=== PROBLEM ===
Look through the data below and report how many lines include "session". Only the number should be given.

§ §

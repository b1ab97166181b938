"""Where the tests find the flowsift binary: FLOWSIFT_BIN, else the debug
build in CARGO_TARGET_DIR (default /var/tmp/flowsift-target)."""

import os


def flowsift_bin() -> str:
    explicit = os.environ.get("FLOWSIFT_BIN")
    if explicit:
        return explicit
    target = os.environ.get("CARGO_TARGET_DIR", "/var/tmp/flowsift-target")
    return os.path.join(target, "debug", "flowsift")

§ §

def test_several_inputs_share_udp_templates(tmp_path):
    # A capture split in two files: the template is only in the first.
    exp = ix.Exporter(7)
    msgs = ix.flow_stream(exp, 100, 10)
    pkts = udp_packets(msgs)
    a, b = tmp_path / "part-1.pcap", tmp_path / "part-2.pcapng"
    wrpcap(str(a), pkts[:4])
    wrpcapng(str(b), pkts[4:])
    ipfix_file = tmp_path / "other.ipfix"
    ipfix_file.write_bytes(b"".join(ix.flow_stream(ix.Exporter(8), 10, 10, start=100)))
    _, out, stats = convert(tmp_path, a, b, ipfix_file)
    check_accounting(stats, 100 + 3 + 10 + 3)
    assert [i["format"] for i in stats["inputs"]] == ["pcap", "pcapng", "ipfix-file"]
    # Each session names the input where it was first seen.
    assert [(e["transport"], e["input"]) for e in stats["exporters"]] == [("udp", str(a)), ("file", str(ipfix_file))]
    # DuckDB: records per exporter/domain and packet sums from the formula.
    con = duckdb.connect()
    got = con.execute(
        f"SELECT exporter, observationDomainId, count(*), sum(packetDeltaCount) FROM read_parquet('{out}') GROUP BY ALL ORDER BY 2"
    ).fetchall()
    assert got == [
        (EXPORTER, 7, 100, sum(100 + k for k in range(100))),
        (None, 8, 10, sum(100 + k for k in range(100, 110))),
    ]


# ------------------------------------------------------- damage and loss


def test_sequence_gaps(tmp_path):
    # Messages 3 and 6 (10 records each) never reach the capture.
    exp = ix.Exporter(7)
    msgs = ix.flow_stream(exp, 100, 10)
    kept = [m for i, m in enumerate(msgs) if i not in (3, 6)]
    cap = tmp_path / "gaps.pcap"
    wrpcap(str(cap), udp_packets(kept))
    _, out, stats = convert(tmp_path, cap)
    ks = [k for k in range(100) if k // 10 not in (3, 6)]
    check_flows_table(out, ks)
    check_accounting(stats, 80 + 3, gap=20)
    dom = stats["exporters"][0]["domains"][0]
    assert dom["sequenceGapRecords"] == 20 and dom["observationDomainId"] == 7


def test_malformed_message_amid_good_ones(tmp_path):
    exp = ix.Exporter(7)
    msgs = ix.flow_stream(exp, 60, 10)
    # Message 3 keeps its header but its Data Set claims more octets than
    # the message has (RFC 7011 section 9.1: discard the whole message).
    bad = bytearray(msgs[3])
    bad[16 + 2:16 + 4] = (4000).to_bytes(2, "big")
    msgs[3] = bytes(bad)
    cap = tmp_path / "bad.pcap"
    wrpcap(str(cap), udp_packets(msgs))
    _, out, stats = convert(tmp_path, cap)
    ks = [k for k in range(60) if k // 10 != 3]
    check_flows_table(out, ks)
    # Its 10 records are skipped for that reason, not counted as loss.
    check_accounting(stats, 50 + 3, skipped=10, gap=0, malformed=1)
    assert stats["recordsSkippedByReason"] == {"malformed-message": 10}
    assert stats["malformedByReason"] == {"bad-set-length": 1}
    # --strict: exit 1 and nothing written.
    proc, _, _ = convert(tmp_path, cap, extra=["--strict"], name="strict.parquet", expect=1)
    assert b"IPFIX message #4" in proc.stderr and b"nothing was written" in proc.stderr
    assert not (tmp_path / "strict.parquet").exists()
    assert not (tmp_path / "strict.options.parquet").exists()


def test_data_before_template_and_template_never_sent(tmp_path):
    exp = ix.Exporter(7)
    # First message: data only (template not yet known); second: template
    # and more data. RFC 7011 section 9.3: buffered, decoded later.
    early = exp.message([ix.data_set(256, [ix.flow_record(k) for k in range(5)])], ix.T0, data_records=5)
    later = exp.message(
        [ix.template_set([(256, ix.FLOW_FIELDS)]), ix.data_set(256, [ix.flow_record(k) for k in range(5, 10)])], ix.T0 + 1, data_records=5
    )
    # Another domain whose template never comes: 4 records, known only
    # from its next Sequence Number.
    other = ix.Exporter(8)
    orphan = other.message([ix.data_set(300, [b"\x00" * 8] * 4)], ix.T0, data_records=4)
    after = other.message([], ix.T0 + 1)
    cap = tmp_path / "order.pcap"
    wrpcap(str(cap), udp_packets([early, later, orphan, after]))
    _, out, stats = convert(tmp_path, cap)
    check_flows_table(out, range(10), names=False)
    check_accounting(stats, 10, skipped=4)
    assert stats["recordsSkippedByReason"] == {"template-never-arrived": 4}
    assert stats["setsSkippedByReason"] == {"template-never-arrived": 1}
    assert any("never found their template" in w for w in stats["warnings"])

§ §

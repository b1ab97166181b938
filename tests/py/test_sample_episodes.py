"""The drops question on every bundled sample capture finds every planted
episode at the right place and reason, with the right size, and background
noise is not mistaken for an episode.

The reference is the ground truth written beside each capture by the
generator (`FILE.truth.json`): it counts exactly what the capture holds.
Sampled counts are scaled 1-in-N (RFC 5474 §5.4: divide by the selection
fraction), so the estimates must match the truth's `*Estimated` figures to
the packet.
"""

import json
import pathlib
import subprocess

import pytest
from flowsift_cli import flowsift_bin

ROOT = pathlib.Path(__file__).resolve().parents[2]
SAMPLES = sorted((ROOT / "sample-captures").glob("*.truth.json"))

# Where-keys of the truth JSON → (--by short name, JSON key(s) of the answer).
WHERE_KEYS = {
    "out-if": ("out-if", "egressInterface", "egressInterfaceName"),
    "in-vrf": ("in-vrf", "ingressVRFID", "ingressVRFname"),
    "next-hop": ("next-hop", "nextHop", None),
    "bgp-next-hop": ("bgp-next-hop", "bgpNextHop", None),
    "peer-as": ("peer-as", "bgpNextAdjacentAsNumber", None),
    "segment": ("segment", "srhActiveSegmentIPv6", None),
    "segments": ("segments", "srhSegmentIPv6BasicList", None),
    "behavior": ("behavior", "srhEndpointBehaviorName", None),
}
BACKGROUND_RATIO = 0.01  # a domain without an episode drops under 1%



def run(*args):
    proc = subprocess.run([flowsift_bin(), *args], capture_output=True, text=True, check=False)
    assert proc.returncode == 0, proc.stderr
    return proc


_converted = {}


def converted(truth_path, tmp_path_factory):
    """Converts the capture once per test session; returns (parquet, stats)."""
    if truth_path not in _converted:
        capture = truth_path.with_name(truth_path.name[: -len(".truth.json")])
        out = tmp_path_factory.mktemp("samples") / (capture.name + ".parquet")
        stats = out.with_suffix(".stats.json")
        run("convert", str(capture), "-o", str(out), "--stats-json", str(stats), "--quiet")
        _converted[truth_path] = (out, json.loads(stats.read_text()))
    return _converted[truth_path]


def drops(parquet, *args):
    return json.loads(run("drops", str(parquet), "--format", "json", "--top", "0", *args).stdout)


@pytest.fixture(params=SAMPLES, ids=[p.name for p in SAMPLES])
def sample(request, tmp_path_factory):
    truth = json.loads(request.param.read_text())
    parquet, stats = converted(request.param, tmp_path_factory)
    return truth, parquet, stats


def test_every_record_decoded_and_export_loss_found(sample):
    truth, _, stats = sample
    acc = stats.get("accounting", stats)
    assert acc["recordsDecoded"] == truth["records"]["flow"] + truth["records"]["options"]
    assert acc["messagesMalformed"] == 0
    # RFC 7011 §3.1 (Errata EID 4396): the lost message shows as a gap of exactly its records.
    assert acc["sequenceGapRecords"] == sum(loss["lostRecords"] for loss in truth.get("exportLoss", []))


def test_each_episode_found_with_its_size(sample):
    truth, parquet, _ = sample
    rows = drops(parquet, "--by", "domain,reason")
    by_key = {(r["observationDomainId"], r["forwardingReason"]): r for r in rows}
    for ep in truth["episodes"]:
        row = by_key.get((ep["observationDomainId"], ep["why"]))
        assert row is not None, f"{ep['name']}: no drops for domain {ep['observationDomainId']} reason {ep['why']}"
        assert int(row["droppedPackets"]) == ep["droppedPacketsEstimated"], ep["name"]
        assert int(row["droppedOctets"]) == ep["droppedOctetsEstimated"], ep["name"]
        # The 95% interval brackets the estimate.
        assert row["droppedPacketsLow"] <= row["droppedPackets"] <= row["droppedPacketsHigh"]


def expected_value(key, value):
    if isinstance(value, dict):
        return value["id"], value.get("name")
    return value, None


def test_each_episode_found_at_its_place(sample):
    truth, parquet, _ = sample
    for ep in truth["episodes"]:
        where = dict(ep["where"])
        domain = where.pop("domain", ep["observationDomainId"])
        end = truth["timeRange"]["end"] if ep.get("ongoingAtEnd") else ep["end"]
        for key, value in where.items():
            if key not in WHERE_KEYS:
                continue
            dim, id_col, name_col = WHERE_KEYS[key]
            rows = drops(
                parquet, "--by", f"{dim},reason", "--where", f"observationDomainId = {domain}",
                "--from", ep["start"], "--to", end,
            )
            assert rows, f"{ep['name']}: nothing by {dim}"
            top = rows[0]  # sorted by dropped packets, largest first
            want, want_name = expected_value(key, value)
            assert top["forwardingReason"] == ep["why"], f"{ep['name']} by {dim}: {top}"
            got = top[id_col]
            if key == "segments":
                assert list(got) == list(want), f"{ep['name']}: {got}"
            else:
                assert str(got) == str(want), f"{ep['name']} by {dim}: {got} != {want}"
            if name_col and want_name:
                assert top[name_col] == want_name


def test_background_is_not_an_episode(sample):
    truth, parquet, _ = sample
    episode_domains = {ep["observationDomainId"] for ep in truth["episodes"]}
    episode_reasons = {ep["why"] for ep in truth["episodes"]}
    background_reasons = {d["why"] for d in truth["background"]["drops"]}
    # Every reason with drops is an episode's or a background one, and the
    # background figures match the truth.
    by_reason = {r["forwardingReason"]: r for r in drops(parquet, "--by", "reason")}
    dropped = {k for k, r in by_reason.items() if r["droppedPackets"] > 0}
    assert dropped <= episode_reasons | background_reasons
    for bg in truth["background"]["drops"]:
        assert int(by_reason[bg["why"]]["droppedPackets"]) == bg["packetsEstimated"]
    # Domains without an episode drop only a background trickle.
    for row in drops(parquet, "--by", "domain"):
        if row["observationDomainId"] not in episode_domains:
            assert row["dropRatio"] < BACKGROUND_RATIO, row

§ §

=== FINISHED TASK ===
2